PCS: Keep, Shred or Toss?

Whether you’re motivated by an upcoming PCS or it’s simply time for a little spring cleaning, the occasional purge of unwanted household items can feel like a fresh start. When you’re done cleaning out the closets, remember that same sense of accomplishment can be had when it’s time to tidy up your financial documents. 

If you’re setting out to “Marie Kondo” the piles of paperwork in your file cabinet and all that snail mail stacking up on your kitchen counter, the classic KonMari question – “does this bring me joy?” -- won’t necessarily apply to your financial and tax paperwork.  (Even as a financial planner, taxes never bring me joy.) 

How long do I need to keep my tax records?  Do I really need 10 years’ worth of utility bills? And what about all these canceled checks?

By following a few simple rules, you can tackle the piles of paper and send your financial documents off to the shredder with a little gratitude.

Keep forever. Important life documents, especially those that are difficult to replace, should be kept in a “forever” file, preferably in a fire safe box or similarly protected. 

-       Life documents: birth certificates, marriage certificates, death certificates, adoption papers, social security cards

-       Military service documents:  DD 214, VA disability certifications, and overseas deployment orders

-       Education documents: diplomas, transcipts, certificates

Keep "permanently.” Key financial and legal documents should be protected in a similar way to your forever documents, but these documents might need to be updated or replaced over time. 

-       Estate planning documents: wills, powers of attorney, medical directives

-       Legal filings: trusts, inheritance, court orders, contracts, etc

-       Financial documents: mortgage/loan pay off documentation, life insurance documentation, etc.

-       Investment documents: End of year statements serve as a historical record of all your contributions, distributions, and investment gains which could prove useful if you ever need to establish basis in an investment many years in the future

-       Deeds & titles: deeds to property, titles of vehicles, certificates of authenticity, appraisals of artwork, antiques, jewelry, etc.

-       Medical documents: your medical records, including your vaccination record

For estate planning reasons, it’s helpful to keep all the “forever” and “permanently” documents in a safe place like a fire safe box.  It is also important to be sure your family members and executor know where to find them and how to access them if necessary.  Estate planning documents like your will, medical directives, and powers of attorney should only be discarded when you update your estate plan.

Keep “almost permanently.” Documents related to the purchase, improvement or disposal of a home, property or business should be kept for at least three years, potentially seven years, after you dispose of the property. 

Home ownership/rental properties: mortgage, title and tax documents including closing documents, loan pay off documents and any receipts for substantial improvements like additions or remodels that increase the value of the property should be kept for at least seven years after you sell or transfer the property.

Keep 7 years.
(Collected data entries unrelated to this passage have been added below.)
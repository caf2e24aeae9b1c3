/** What bytes that aren't text look like. */
interface Signature {
  readonly bytes: readonly number[]
  readonly looksLike: string
}

const SIGNATURES: readonly Signature[] = [
  { bytes: [0x89, 0x50, 0x4e, 0x47], looksLike: 'a PNG picture' },
  { bytes: [0x25, 0x50, 0x44, 0x46, 0x2d], looksLike: 'a PDF document' },
  { bytes: [0xd0, 0xcf, 0x11, 0xe0, 0xa1, 0xb1], looksLike: 'an old-style workbook or office document (XLS, DOC)' },
  { bytes: [0xff, 0xd8, 0xff], looksLike: 'a JPEG picture' },
  { bytes: [0x47, 0x49, 0x46, 0x38], looksLike: 'a GIF picture' },
  { bytes: [0x1f, 0x8b, 0x08], looksLike: 'a gzip archive' },
  { bytes: [0x37, 0x7a, 0xbc, 0xaf], looksLike: 'a 7z archive' },
  { bytes: [0x53, 0x51, 0x4c, 0x69, 0x74, 0x65, 0x20], looksLike: 'a database file' },
]
const ZIP = [0x50, 0x4b]

/** A text may hold the odd control byte of an instrument; more than this share isn't text. */
const MAX_CONTROL_SHARE = 0.005
const SAMPLE_BYTES = 65536

/** What the bytes are if they are no text, else null. UTF-16 must have been recognised before. */
export function nonTextKind(bytes: Uint8Array): string | null {
  const known = SIGNATURES.find((signature) => startsWith(bytes, signature.bytes))
  if (known) return known.looksLike
  if (startsWith(bytes, ZIP) && bytes[2] <= 8 && bytes[3] <= 8) return zipKind(bytes)
  return controlBytes(bytes) > MAX_CONTROL_SHARE * Math.min(bytes.length, SAMPLE_BYTES) ? 'binary data' : null
}

function startsWith(bytes: Uint8Array, start: readonly number[]): boolean {
  return bytes.length >= start.length && start.every((byte, at) => bytes[at] === byte)
}

/** An Excel workbook is a ZIP archive whose entry names, kept as plain bytes, begin with `xl/`. */
function zipKind(bytes: Uint8Array): string {
  const ends = [...bytes.subarray(0, 4096), ...bytes.subarray(Math.max(4096, bytes.length - 4096))]
  const names = String.fromCharCode(...ends)
  if (names.includes('xl/')) return 'an XLSX workbook (save it as CSV)'
  if (names.includes('opendocument.spreadsheet')) return 'an ODS workbook (save it as CSV)'
  return 'a ZIP archive'
}

function controlBytes(bytes: Uint8Array): number {
  let count = 0
  const end = Math.min(bytes.length, SAMPLE_BYTES)
  for (let at = 0; at < end; at++) {
    const byte = bytes[at]
    const isControl = byte < 32 && byte !== 9 && byte !== 10 && byte !== 13 && byte !== 12 && byte !== 26 && byte !== 27
    // A zero byte has no business in 8-bit text at all.
    if (isControl) count += byte === 0 ? 8 : 1
  }
  return count
}
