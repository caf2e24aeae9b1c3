/**
 * A lot's readings as typed columns, one entry a site and reading. Every quantity has one unit here; conversion
 * happened once, when the file was read. A column the file doesn't have is null; a cell it left empty is NaN.
 */
export interface Readings {
  /** Lot name: from the `lot` column or the preamble, else the first file's name without its ending. */
  readonly lot: string
  readonly files: readonly SourceFile[]
  /** In order of first appearance. */
  readonly wafers: readonly WaferLabel[]
  readonly count: number

  /** Index into `wafers`. */
  readonly wafer: Uint32Array
  /** Index into `siteNames`; sites are numbered 1, 2, 3... within a wafer where the file has no site column. */
  readonly site: Uint32Array
  readonly siteNames: readonly string[]
  /** Index into `files`, and the 1-based line the row began on. */
  readonly file: Uint16Array
  readonly line: Uint32Array

  /** null when the file has no positions at all: then geometry is that of the infinite sheet, and said so. */
  readonly x_mm: Float64Array | null
  readonly y_mm: Float64Array | null
  readonly dieX: Float64Array | null
  readonly dieY: Float64Array | null

  /** Configuration A: current through the outer pins 1-4, voltage on 2-3. Forward polarity. */
  readonly current_A: Float64Array | null
  readonly voltage_V: Float64Array | null
  readonly currentReverse_A: Float64Array | null
  readonly voltageReverse_V: Float64Array | null
  /** Configuration B: current through 1-3, voltage on 2-4 (SEMI MF1529). */
  readonly currentB_A: Float64Array | null
  readonly voltageB_V: Float64Array | null
  readonly currentReverseB_A: Float64Array | null
  readonly voltageReverseB_V: Float64Array | null

  readonly temperature_C: Float64Array | null
  readonly vOverI_ohm: Float64Array | null
  readonly vOverIB_ohm: Float64Array | null
  readonly sheetResistance_ohm_sq: Float64Array | null
  readonly resistivity_ohm_cm: Float64Array | null
  /** Milliseconds since 1970-01-01T00:00Z. A time without a zone is taken as UTC, and a note says so. */
  readonly time_ms: Float64Array | null
}

export interface WaferLabel {
  readonly id: string
  /** NaN where no slot is given and the wafer's name is no plain number. */
  readonly slot: number
  /** Rows of this wafer that could not be used; a wafer may have no others. */
  readonly rejectedRows: number
}

export interface SourceFile {
  readonly name: string
  readonly bytes: number
  /** Hex digest, computed by whoever read the file; core has no crypto. */
  readonly sha256: string
  readonly dialect: { readonly encoding: string; readonly delimiter: string; readonly decimalMark: '.' | ',' }
  readonly preamble: readonly { readonly key: string; readonly value: string }[]
  readonly matches: readonly ColumnMatch[]
  readonly ignoredHeaders: readonly string[]
  readonly rows: number
  readonly rejectedRows: number
}

/** What a header was taken for, and why, in words a technician can check. */
export interface ColumnMatch {
  readonly header: string
  /** 1-based position in the file. */
  readonly position: number
  readonly column: ColumnId
  readonly unit: string
  readonly why: string
}

/** The columns we document, by the names a file of our own uses; `r_mm`, `theta_deg` become x and y at ingest. */
export const COLUMN_IDS = [
  'lot', 'wafer', 'slot', 'site', 'x_mm', 'y_mm', 'r_mm', 'theta_deg', 'die_x', 'die_y',
  'current_A', 'voltage_V', 'current_rev_A', 'voltage_rev_V',
  'current_b_A', 'voltage_b_V', 'current_rev_b_A', 'voltage_rev_b_V',
  'temperature_C', 'v_over_i_ohm', 'v_over_i_b_ohm', 'sheet_resistance_ohm_sq', 'resistivity_ohm_cm', 'time',
] as const // prettier-ignore
export type ColumnId = (typeof COLUMN_IDS)[number]
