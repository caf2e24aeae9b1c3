/** A lot while its files are read. */
import type { FileProblem } from '../problems/problem'
import { GrowingColumns } from './columns'
import { SiteNames, WaferLabels } from './labels'

export class LotDraft {
  readonly columns = new GrowingColumns()
  readonly wafers = new WaferLabels()
  readonly sites = new SiteNames()
  /** The lot that the files name, and the file that named it first. */
  lot: { readonly name: string; readonly file: string } | null = null
  readonly mixed: FileProblem[] = []
  /** Each sentence once. */
  readonly notes = new Set<string>()

  /** Undoes everything since: what a file said that is then refused must not weigh on the others. */
  mark(): () => void {
    const { lot } = this
    const { count } = this.columns
    const mixed = this.mixed.length
    const notes = [...this.notes]
    const undoWafers = this.wafers.mark()
    return () => {
      this.columns.truncate(count)
      this.lot = lot
      this.mixed.length = mixed
      this.notes.clear()
      for (const note of notes) this.notes.add(note)
      undoWafers()
    }
  }

  nameLot(name: string, file: string): void {
    if (this.lot === null) this.lot = { name, file }
    else if (this.lot.name !== name && !this.mixed.some((problem) => problem.file === file)) {
      this.mixed.push({
        kind: 'mixed-files',
        file,
        what: 'lot',
        first: `${this.lot.name} (${this.lot.file})`,
        found: name,
      })
    }
  }
}
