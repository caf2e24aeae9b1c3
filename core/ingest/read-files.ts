/** From the bytes of a prober's files to one lot of readings. Nothing here throws for a bad file: what is wrong is data. */
import { DROPPED } from './columns'
import type { FileProblem, Problem, RowProblem } from '../problems/problem'
import { decodeText, type DecodedText } from './decode-text'
import { guessDecimalMark } from './dialect'
import { findHeader } from './find-header'
import { foldSites, renumberSites } from './fold-sites'
import { namesFromFile } from './labels'
import { LotDraft } from './lot-draft'
import type { ReadOptions } from './read-options'
import type { Readings, SourceFile } from './readings'
import { settleSigns } from './reverse-signs'
import { RowReader } from './row-reader'
import { MAX_LINE_LENGTH, blockEnds, splitRows } from './split-rows'

export interface InputFile {
  readonly name: string
  readonly bytes: Uint8Array
  readonly sha256: string
}

export interface ReadResult {
  /** null if no row of any file is usable, or the files are of different lots; `problems` says why. */
  readonly readings: Readings | null
  /** Of whole files, then row by row, in reading order. */
  readonly problems: readonly Problem[]
  /** What was assumed, in sentences that begin with the file's name. */
  readonly notes: readonly string[]
}

interface ReadFile {
  readonly input: InputFile
  readonly reader: RowReader
  readonly dialect: SourceFile['dialect']
  readonly begin: number
  readonly end: number
}

/** Is told after every block which share of the bytes is read, and how many rows so far. */
export type ReadWatch = (share: number, rows: number) => void

export function readReadings(inputs: readonly InputFile[], options: ReadOptions = {}, watch?: ReadWatch): ReadResult {
  const draft = new LotDraft()
  const total = inputs.reduce((sum, { bytes }) => sum + bytes.length, 0)
  let before = 0
  const files: ReadFile[] = []
  const fileProblems: FileProblem[] = []
  for (const input of inputs) {
    const file = readFile(draft, files.length, input, options, (share) =>
      watch?.((before + share * input.bytes.length) / total, draft.columns.count),
    )
    before += input.bytes.length
    if ('kind' in file) fileProblems.push(file)
    else files.push(file)
  }
  settleRows(draft, files)
  fileProblems.push(...draft.mixed, ...files.flatMap((file) => emptyProblem(draft, file, files.indexOf(file))))
  const rowProblems = files.flatMap(({ reader }) => inLineOrder(reader.problems.listed))
  const isUsable = draft.columns.count > 0 && draft.mixed.length === 0
  return {
    readings: isUsable ? finish(draft, files) : null,
    problems: [...fileProblems, ...rowProblems],
    notes: [...draft.notes],
  }
}

function readFile(
  draft: LotDraft,
  index: number,
  input: InputFile,
  options: ReadOptions,
  watch: (share: number) => void,
): ReadFile | FileProblem {
  const file = input.name
  if (input.bytes.length === 0) return { kind: 'empty-file', file }
  if (index > 0xffff) return { kind: 'cannot-read', file, why: 'there are more than 65536 files' }
  const decoded = decodeText(input.bytes)
  if ('looksLike' in decoded) return { kind: 'not-text', file, looksLike: decoded.looksLike }
  const ends = blockEnds(decoded.units)
  if ('line' in ends) return { kind: 'line-too-long', file, ...ends, max: MAX_LINE_LENGTH }
  if (isBlankText(decoded, ends)) return { kind: 'empty-file', file }
  const header = findHeader(file, decoded.text(0, ends[0]), options)
  if ('kind' in header) return header
  const undo = draft.mark()
  const reader = new RowReader(draft, file, index, header.delimiter, options)
  const begin = draft.columns.count
  const problem = readBlocks(reader, decoded, ends, header, options, watch)
  if (problem) {
    undo()
    return problem
  }
  const { decimalMark } = reader
  const dialect = { encoding: decoded.encoding, delimiter: header.delimiter, decimalMark }
  return { input, reader, dialect, begin, end: draft.columns.count }
}

function isBlankText({ text }: DecodedText, ends: readonly number[]): boolean {
  return ends.every((end, block) => !/\S/.test(text(block === 0 ? 0 : ends[block - 1], end)))
}

/** Reads every block; the file is refused if a header in it can't be used. */
function readBlocks(
  reader: RowReader,
  { text, units }: DecodedText,
  ends: readonly number[],
  header: { readonly delimiter: string; readonly row: number },
  options: ReadOptions,
  watch: (share: number) => void,
): FileProblem | null {
  let line = 1
  let begin = 0
  for (const end of ends) {
    const rows = splitRows(text(begin, end), header.delimiter, line)
    let from = 0
    if (begin === 0) {
      for (const cells of rows.cells.slice(0, header.row)) reader.readPreamble(cells)
      if (!reader.readHeader(rows.cells[header.row])) return reader.failure
      from = header.row + 1
      reader.setDecimalMark(options.decimalMark ?? guessDecimalMark(rows.cells.slice(from), reader.columns))
    }
    if (begin === 0) reader.expectRows(estimateRows(units.length, end, rows.cells.length))
    reader.readRows(rows, from)
    if (reader.failure) return reader.failure
    line += rows.lines
    begin = end
    watch(end / units.length)
  }
  reader.finish()
  return null
}

/** From the first block, so that the columns need not grow often: each growth is a copy of everything. */
function estimateRows(length: number, firstLength: number, firstRows: number): number {
  return Math.ceil((firstRows * length * 1.02) / firstLength) + 16
}

/** What can be judged only over all rows: one reading a site, and the signs of reverse readings. */
function settleRows(draft: LotDraft, files: readonly ReadFile[]): void {
  const { columns } = draft
  const dropped = new Uint8Array(columns.count)
  const isLong = files.some(({ reader }) => reader.hasLong)
  foldSites(
    draft,
    files.map(({ reader }) => reader.problems),
    isLong,
    dropped,
  )
  for (const { input, reader, begin, end } of files) {
    if (reader.hasLong)
      draft.notes.add(`${input.name}: the rows of one site are put together by configuration and direction`)
    const note = (sentence: string) => draft.notes.add(`${input.name}: ${sentence}`)
    settleSigns(columns, begin, end, reader.problems, dropped, note)
  }
  dropped.forEach((why, row) => {
    if (why === DROPPED.rejected) draft.wafers.reject(columns.wafer[row])
  })
  if (dropped.some((why) => why !== 0)) columns.compact(dropped)
  if (isLong) renumberSites(draft)
}

function emptyProblem(draft: LotDraft, { input, reader }: ReadFile, index: number): FileProblem[] {
  const { file, count } = draft.columns
  if (file.subarray(0, count).includes(index)) return []
  return [{ kind: 'no-readings', file: input.name, rows: reader.rows, rejected: reader.problems.count }]
}

function inLineOrder(problems: readonly RowProblem[]): RowProblem[] {
  return [...problems].sort((a, b) => a.line - b.line)
}

function finish(draft: LotDraft, files: readonly ReadFile[]): Readings {
  const { columns, sites, wafers } = draft
  const { count } = columns
  const usedWafers = wafers.used(columns.wafer, count)
  return {
    lot: draft.lot?.name ?? namesFromFile(files[0].input.name).stem,
    files: files.map(sourceFile),
    wafers: usedWafers,
    count,
    wafer: columns.trimmed(columns.wafer),
    site: columns.trimmed(columns.site),
    siteNames: sites.names,
    file: columns.trimmed(columns.file),
    line: columns.trimmed(columns.line),
    x_mm: columns.finished('x_mm'),
    y_mm: columns.finished('y_mm'),
    dieX: columns.finished('dieX'),
    dieY: columns.finished('dieY'),
    current_A: columns.finished('current_A'),
    voltage_V: columns.finished('voltage_V'),
    currentReverse_A: columns.finished('currentReverse_A'),
    voltageReverse_V: columns.finished('voltageReverse_V'),
    currentB_A: columns.finished('currentB_A'),
    voltageB_V: columns.finished('voltageB_V'),
    currentReverseB_A: columns.finished('currentReverseB_A'),
    voltageReverseB_V: columns.finished('voltageReverseB_V'),
    temperature_C: columns.finished('temperature_C'),
    vOverI_ohm: columns.finished('vOverI_ohm'),
    vOverIB_ohm: columns.finished('vOverIB_ohm'),
    sheetResistance_ohm_sq: columns.finished('sheetResistance_ohm_sq'),
    resistivity_ohm_cm: columns.finished('resistivity_ohm_cm'),
    time_ms: columns.finished('time_ms'),
  }
}

function sourceFile({ input, reader, dialect }: ReadFile): SourceFile {
  return {
    name: input.name,
    bytes: input.bytes.length,
    sha256: input.sha256,
    dialect,
    preamble: reader.section.entries,
    matches: reader.matches,
    ignoredHeaders: reader.ignoredHeaders,
    rows: reader.rows,
    rejectedRows: reader.problems.count,
  }
}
The IRS can audit tax returns going back either 3 or 7 years, depending on their reason for the audit.  That makes seven years the better safe than sorry choice for tax related documents.   

-       Tax returns including proof of your payment to the IRS and your state

-       Important tax documents like your W2, 1099’s, 1098’s, etc

-       Retirement contribution documents including your IRS Form 8606 if you have Traditional IRAs

-       Supporting documents related to expenses written off including confirmation letters from charities you donated to, credit card statements and canceled checks. This includes health care receipts if deducted on your tax return

-       Records for any business-related expenses including utilities, taxes, travel, purchases, etc.
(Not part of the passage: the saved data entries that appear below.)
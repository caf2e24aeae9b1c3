/** What each documented column holds and where it goes in `Readings`. */
import type { Quantity } from '../units/unit-register'
import type { ColumnId, Readings } from './readings'

/** The number columns of `Readings`, in the order they are stored. */
export const NUMBER_COLUMNS = [
  'x_mm', 'y_mm', 'dieX', 'dieY',
  'current_A', 'voltage_V', 'currentReverse_A', 'voltageReverse_V',
  'currentB_A', 'voltageB_V', 'currentReverseB_A', 'voltageReverseB_V',
  'temperature_C', 'vOverI_ohm', 'vOverIB_ohm', 'sheetResistance_ohm_sq', 'resistivity_ohm_cm', 'time_ms',
] as const satisfies readonly (keyof Readings)[] // prettier-ignore
export type NumberColumn = (typeof NUMBER_COLUMNS)[number]

export interface NumberKind {
  readonly target: NumberColumn
  /** null: a bare count. */
  readonly quantity: Quantity | null
}

/** Columns of numbers; r and theta are read into x and y and turned there. The others hold text. */
export const NUMBER_KINDS: Readonly<Partial<Record<ColumnId, NumberKind>>> = {
  x_mm: { target: 'x_mm', quantity: 'length' },
  y_mm: { target: 'y_mm', quantity: 'length' },
  r_mm: { target: 'x_mm', quantity: 'length' },
  theta_deg: { target: 'y_mm', quantity: 'angle' },
  die_x: { target: 'dieX', quantity: null },
  die_y: { target: 'dieY', quantity: null },
  current_A: { target: 'current_A', quantity: 'current' },
  voltage_V: { target: 'voltage_V', quantity: 'voltage' },
  current_rev_A: { target: 'currentReverse_A', quantity: 'current' },
  voltage_rev_V: { target: 'voltageReverse_V', quantity: 'voltage' },
  current_b_A: { target: 'currentB_A', quantity: 'current' },
  voltage_b_V: { target: 'voltageB_V', quantity: 'voltage' },
  current_rev_b_A: { target: 'currentReverseB_A', quantity: 'current' },
  voltage_rev_b_V: { target: 'voltageReverseB_V', quantity: 'voltage' },
  temperature_C: { target: 'temperature_C', quantity: 'temperature' },
  v_over_i_ohm: { target: 'vOverI_ohm', quantity: 'resistance' },
  v_over_i_b_ohm: { target: 'vOverIB_ohm', quantity: 'resistance' },
  sheet_resistance_ohm_sq: { target: 'sheetResistance_ohm_sq', quantity: 'sheet-resistance' },
  resistivity_ohm_cm: { target: 'resistivity_ohm_cm', quantity: 'resistivity' },
}

/** Whether a header row with this column can be one of readings. */
export function isReadingColumn(column: ColumnId): boolean {
  const quantity = NUMBER_KINDS[column]?.quantity
  return quantity != null && !['length', 'angle', 'temperature'].includes(quantity)
}
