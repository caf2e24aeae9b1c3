/** What one header may be taken for, with a score; choosing among the headers of a row is match-columns.ts. */
import type { Unit } from '../units/unit-register'
import { readHeader } from './header-name'
import type { HeaderReading } from './header-name'
import { FAMILIES, FORWARD_WORDS, REVERSE_WORDS } from './header-words'
import type { Family, HeaderTarget } from './header-words'
import { COLUMN_IDS } from './readings'

export interface HeaderMatch {
  readonly target: HeaderTarget
  readonly score: number
  /** null: the header names none. */
  readonly unit: Unit | null
  /** The header's unit, as written, where it isn't known. */
  readonly unknownUnit: string | null
  readonly why: string
}

/** A documented name wins over every other. */
const DOCUMENTED_SCORE = 100
const UNIT_BONUS = 5
const FILLER_COST = 2

const documented = new Map<string, HeaderTarget>(COLUMN_IDS.map((id) => [id.toLowerCase(), id]))

/** The best match of a header, or null. */
export function matchHeader(header: string): HeaderMatch | null {
  const exact = documented.get(header.trim().toLowerCase())
  if (exact !== undefined) {
    return { target: exact, score: DOCUMENTED_SCORE, unit: null, unknownUnit: null, why: 'the documented name' }
  }
  if (header.length > 80) return null
  let best: (HeaderMatch & { readonly isBracketUnit: boolean }) | null = null
  for (const reading of readHeader(header)) {
    // A unit in brackets is meant as one; a bracket that isn't understood counts only if nothing else explains the header.
    if (best !== null && (best.isBracketUnit || reading.bracket !== null)) break
    for (const family of FAMILIES) {
      const match = matchFamily(reading, family)
      if (match !== null && (best === null || match.score > best.score))
        best = { ...match, isBracketUnit: reading.isBracketUnit }
    }
  }
  return best
}

function matchFamily(reading: HeaderReading, family: Family): HeaderMatch | null {
  const { unit } = reading
  if (unit !== null && !family.quantities.includes(unit.quantity)) return null
  if (reading.bracket !== null && family.quantities.length === 0) return null
  // "mA" alone may be a header of currents, "A" alone may be anything.
  if (reading.words.length === 0 && (unit === null || unit.id.length < 2)) return null
  const parts = sortWords(reading.words, family)
  if (parts === null) return null
  const weight = Object.hasOwn(family.phrases, parts.phrase) ? family.phrases[parts.phrase] : undefined
  const hasOwnUnit = unit !== null && unit.quantity === family.quantities[0]
  const namesUnit = hasOwnUnit || /ohm|Ω/i.test(reading.bracket ?? '')
  if (weight === undefined || (family.needUnit.includes(parts.phrase) && !namesUnit)) return null
  return {
    target: family.columns[parts.column],
    score: weight + (unit === null ? 0 : UNIT_BONUS) - FILLER_COST * parts.fillers,
    unit,
    unknownUnit: reading.bracket,
    why:
      parts.phrase === ''
        ? `a unit of ${family.title} alone`
        : `"${parts.phrase.replace('voveri', 'V/I')}" is a usual word for ${family.title}`,
  }
}

interface WordParts {
  readonly phrase: string
  readonly fillers: number
  /** Index into the family's columns. */
  readonly column: number
}

function sortWords(words: readonly string[], family: Family): WordParts | null {
  const rest: string[] = []
  let fillers = 0
  let isReverse: boolean | null = null
  let isB: boolean | null = null
  for (const word of words) {
    const direction = family.modifiers === 'configuration-and-direction' ? directionOf(word) : null
    const configuration = family.modifiers === 'none' ? null : configurationOf(word)
    if (direction !== null) {
      if (isReverse !== null && isReverse !== direction) return null
      isReverse = direction
    } else if (configuration !== null) {
      if (isB !== null && isB !== configuration) return null
      isB = configuration
    } else if (family.fillers.includes(word)) fillers++
    else rest.push(word)
  }
  const configurationColumn = isB ? (family.modifiers === 'configuration' ? 1 : 2) : 0
  return { phrase: rest.join(' '), fillers, column: configurationColumn + (isReverse ? 1 : 0) }
}

/** true for reverse, false for forward, null for neither. */
export function directionOf(word: string): boolean | null {
  if (REVERSE_WORDS.includes(word)) return true
  return FORWARD_WORDS.includes(word) ? false : null
}

/** true for configuration B, false for A, null for neither. */
export function configurationOf(word: string): boolean | null {
  return word === 'b' ? true : word === 'a' ? false : null
}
Keep 1 year. Most monthly bills and bank/investment documents are accessible online, so there is little benefit to keeping them in paper form.  If you prefer to keep them in your physical file cabinet, you need only keep them for one year.  As mentioned earlier, end of year investment statements should be kept with your important documents.

Keep less than a year. Utility bills and other expense documents can be discarded once you’ve reviewed your bill for errors and paid the account.  You only need to keep these longer if you write them off as a business expense or otherwise take a tax deduction for them (see Keep 7 years).

Shred or Toss?

Now that we know what to keep and for how long, let’s look at which documents need to be shredded instead of tossed in the garbage.  In order to protect your identity from the teams of fraudsters out there, you should shred any document with your social security number, account number, or any other combination of personally identifiable information. When in doubt, shred it.  
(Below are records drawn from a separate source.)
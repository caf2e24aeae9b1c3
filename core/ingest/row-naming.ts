/** Which lot, wafer and site a row belongs to. The usual answer is quick: the same as of the row before. */
import { isStatisticsWord, namesFromFile } from './labels'
import type { Layout } from './layout'
import type { LotDraft } from './lot-draft'
import { isBlank } from './parse-number'
import type { Section } from './section'
import { readTextCell } from './text-cell'

type Places = Layout['at']

export class RowNaming {
  /** What a wafer is called where nothing in the file names it. */
  readonly fileWafer: string
  /** Of the last row that named one; -1 after a preamble or a header. */
  wafer = -1
  private waferCell = ''
  private slotCell = ''
  private lotCell: string | null = null
  private word = ''

  constructor(
    private readonly draft: LotDraft,
    private readonly file: string,
    private readonly section: Section,
  ) {
    this.fileWafer = namesFromFile(file).wafer
  }

  /** What a preamble or a header says may be about another wafer. */
  forgetWafer(): void {
    this.wafer = -1
  }

  /** Whether a first cell, or a site's, marks a row of statistics; a number does not, nor the same word as before. */
  isStatistics(cell: string): boolean {
    if (isLikeNumber(cell) || cell === this.word) return false
    if (isStatisticsWord(cell)) return true
    this.word = cell
    return false
  }

  /** -1 where the row leaves it empty. */
  waferOf(cells: readonly string[], at: Places): number {
    const waferCell = at.wafer >= 0 ? cells[at.wafer] : ''
    const slotCell = at.slot >= 0 ? cells[at.slot] : ''
    if (this.wafer >= 0 && waferCell === this.waferCell && slotCell === this.slotCell) return this.wafer
    let id = readTextCell(waferCell)
    let slot = readTextCell(slotCell)
    if (at.wafer < 0 && at.slot < 0) {
      slot = this.section.slot
      id = this.section.wafer || slot || this.fileWafer
    } else if (at.wafer < 0) id = slot
    else if (id === '') id = slot
    if (id === '' || isStatisticsWord(waferCell)) return -1
    this.waferCell = waferCell
    this.slotCell = slotCell
    return (this.wafer = this.draft.wafers.of(id, slot))
  }

  siteOf(cells: readonly string[], at: Places, wafer: number, line: number): number {
    const { sites, wafers } = this.draft
    if (at.site < 0) return sites.ofNumber(wafers.nextSite(wafer))
    const cell = cells[at.site]
    return cell.trim() === '' ? sites.ofText(`line ${line}`) : sites.ofCell(cell)
  }

  readLot(cell: string): void {
    if (cell === this.lotCell || isBlank(cell)) return
    this.lotCell = cell
    this.draft.nameLot(readTextCell(cell), this.file)
  }
}

/** Begins and ends as a number does; nothing surer is needed to pass over the many. */
function isLikeNumber(cell: string): boolean {
  let at = 0
  while (cell.charCodeAt(at) === 32) at++
  return !(cell.charCodeAt(at) > 57) && !(cell.charCodeAt(cell.length - 1) > 57)
}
You can either do this with a home shredder or take your pile of documents to a local commercial shredder.  Both the UPS Store and FedEx Store will shred your mountain of documents for a reasonable price, saving you the trouble of cleaning up the dusty mess yourself.

An ounce of prevention …

Now that you’ve tackled your collection of twenty-year-old canceled checks, it’s time to take this tidying up one step further – go paperless!  Your banks, lenders, and investment companies offer a wide variety of paperless record keeping options. Simply log into your account and subscribe to their paperless option for monthly statements.  At the end of the year, simply download a copy of the important annual documents for your records.  Keeping important financial documents out of your mailbox is an important first step toward protecting your identity and simplifying your life.